Cybercriminals are now creating record numbers of phishing sites and are using those sites to steal login and email credentials and credit card information.
The malicious websites can be convincing. Images are taken from legitimate websites to make the webpages appear genuine. Sites perform complementary – but fake – virus and malware scans and convince visitors that their computers have been infected, and new scams are constantly being created to convince visitors to part with sensitive information or download malware.
Antivirus companies and web filtering service providers are quick to identify new phishing sites. New malicious sites are rapidly added to blacklists enabling the sites to be blocked. Individuals and companies protected by solutions to neutralize web-borne threats remain protected, albeit with some lag between the creation of a new site or phishing webpage and its addition to a phishing blacklist.
Cybercriminals are well aware that the lifespan of a phishing website is relatively short. In response, they are generating hundreds of thousands of new phishing websites and webpages every day. Research has shown that the average lifespan of a phishing website is now only about 24 hours, although many sites exist for less than 15 hours. In years gone by, phishing websites would stay active for weeks or even months.
With such a short lifespan, cybercriminals have been forced to create even more phishing websites. According to Webroot’s Quarterly Threat Trends report, more than 400,000 new phishing webpages are now being created every single day.
New domains are being registered, although the majority of these phishing webpages are located in otherwise benign domains. Single URLs are loaded onto legitimate sites that hackers have managed to compromise. Even when a webpage has been previously checked by an anti-phishing solution, it must be checked again the next time it is visited as, during the intervening time, the site may have been compromised and the webpage altered and used for phishing or malware delivery.
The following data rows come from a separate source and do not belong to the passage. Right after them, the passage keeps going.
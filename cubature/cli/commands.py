"""The ``cubage`` command.

::

    cubage                       the text UI (same as ``cubage tui``)
    cubage run FILE [options]    a headless run; FILE is a path or a problem name
    cubage check FILE            validate and describe a problem
    cubage resume DIR [options]  continue a run directory from its checkpoint
    cubage list [DIR]            the available problems
    cubage tui [PATH ...]        the text UI on some problems
    cubage watch DIR             the text UI following a run directory
    cubage bench ...             benchmarks

Exit codes: 0 the goal was met; 3 the run stopped short of the goal (budget,
time, request, region limit, stall) — the current estimate is reported; 2 bad
input (problem file, option, run directory, checkpoint); 1 the integrand
failed, or an internal error.
"""

from __future__ import annotations

import argparse
import json
import math
import os
import socket
import sys
import time
import tomllib
import traceback
from pathlib import Path

EXIT_OK, EXIT_FAILED, EXIT_BAD_INPUT, EXIT_SHORT = 0, 1, 2, 3
SNAPSHOT_INTERVAL = 0.25


class UsageError(Exception):
    """Bad input: printed as one line (or the problem error's own lines), exit 2."""


# --------------------------------------------------------------------------
# argument parsing
# --------------------------------------------------------------------------

class _Parser(argparse.ArgumentParser):
    """argparse with one-line errors (exit 2)."""

    def error(self, message):  # noqa: D401 - argparse API
        self.exit(EXIT_BAD_INPUT, f"{self.prog}: {message} (see: {self.prog} --help)\n")


def _number(text: str, what: str) -> float:
    try:
        x = float(text.replace("_", ""))
    except ValueError:
        raise argparse.ArgumentTypeError(f"{what}, got {text!r}") from None
    if math.isnan(x):
        raise argparse.ArgumentTypeError(f"{what}, got NaN")
    return x


def _tolerance(text: str) -> float:
    x = _number(text, "must be a number >= 0 like 1e-8")
    if not (0 <= x < math.inf):
        raise argparse.ArgumentTypeError(f"must be a finite number >= 0, got {text!r}")
    return x


def _duration(text: str, *, zero_ok: bool, what: str) -> float:
    x = _number(text, what)
    if not ((0 <= x if zero_ok else 0 < x) and x < math.inf):
        raise argparse.ArgumentTypeError(f"must be a number of seconds {'>=' if zero_ok else '>'} 0, got {text!r}")
    return x


def _seconds(text: str) -> float:
    return _duration(text, zero_ok=False, what="must be a number of seconds > 0")


def _every(text: str) -> float:
    return _duration(text, zero_ok=True, what="must be a number of seconds (0 = only at the end)")


def _count(text: str) -> int:
    t = text.replace("_", "").replace(",", "")
    try:
        x = int(t)
    except ValueError:
        try:
            f = float(t)
        except ValueError:
            raise argparse.ArgumentTypeError(f"must be a whole number like 10_000_000 or 1e7, got {text!r}") from None
        if not (math.isfinite(f) and f == int(f)):
            raise argparse.ArgumentTypeError(f"must be a whole number, got {text!r}") from None
        x = int(f)
    if x <= 0:
        raise argparse.ArgumentTypeError(f"must be positive, got {text!r}")
    return x


def _workers(text: str):
    if text == "auto":
        return "auto"
    try:
        x = int(text)
    except ValueError:
        raise argparse.ArgumentTypeError(f'must be a whole number >= 1 or "auto", got {text!r}') from None
    if x < 1:
        raise argparse.ArgumentTypeError(f"must be at least 1, got {text!r}")
    return x


def _add_goal_options(p) -> None:
    g = p.add_argument_group("goal (overrides the problem's [goal])")
    g.add_argument("--rel-tol", type=_tolerance, metavar="X", help="relative tolerance on the total error estimate")
    g.add_argument("--abs-tol", type=_tolerance, metavar="X", help="absolute tolerance on the total error estimate")
    g.add_argument("--budget", type=_count, metavar="N", help="budget of integrand evaluations")
    g.add_argument("--time-limit", type=_seconds, metavar="S", help="seconds of work (summed over resumes)")


def _add_parallel_options(p) -> None:
    from cubage.problem.problem_file import BACKENDS
    g = p.add_argument_group("evaluation (overrides the problem's [method])")
    g.add_argument("--workers", type=_workers, metavar="N", help='worker processes or threads, or "auto"')
    g.add_argument("--backend", choices=BACKENDS, metavar="B", help=f"one of: {', '.join(BACKENDS)}")
    g.add_argument("--cluster", metavar="ADDR", help="dask scheduler address or scheduler file")


def _add_common(p, *, run_dir: bool) -> None:
    p.add_argument("--json", action="store_true",
                   help="print exactly one JSON object on stdout at the end (and nothing else there)")
    p.add_argument("--checkpoint-every", type=_every, metavar="S", default=None,
                   help="seconds between checkpoints in the run directory (default 60; 0 = only at the end)")
    p.add_argument("--allow-python", action="store_true",
                   help="allow problems whose integrand is your own Python code (python = ...)")
    p.add_argument("--debug", action="store_true", help="show tracebacks of internal errors")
Many anti-phishing solutions solely rely on the use of blacklists, yet these are unlikely to be able to keep up with the rapid creation of phishing webpages. While they appear to offer excellent protection against web-borne threats, they may in fact be leaving users open to attack.
To neutralize the threat of phishing, organizations should ensure that not only are antivirus and antimalware solutions used, but also an advanced web filtering solution. That solution should use blacklists along with other anti-malware and anti-phishing controls.
The content of each page should be accessed and checked rather than relying on the URL or domain being present in a blacklist. Organizations should have the option of blocking websites by category to reduce risk as well as keyword terms. The solution should also allow safe search integration with the major search engines. It is also now essential for any web filtering solution to be able to inspect HTTPS sites. Phishers and hackers have been known to forge SSLS and even HTTPS sites are not necessary secure.
Phishing is highly effective and its use has grown in recent years and it will continue for many years to come. Since cybercriminals are now creating even larger numbers of phishing sites, organizations must implement even more controls to counter the threat. Failure to do so could prove very costly.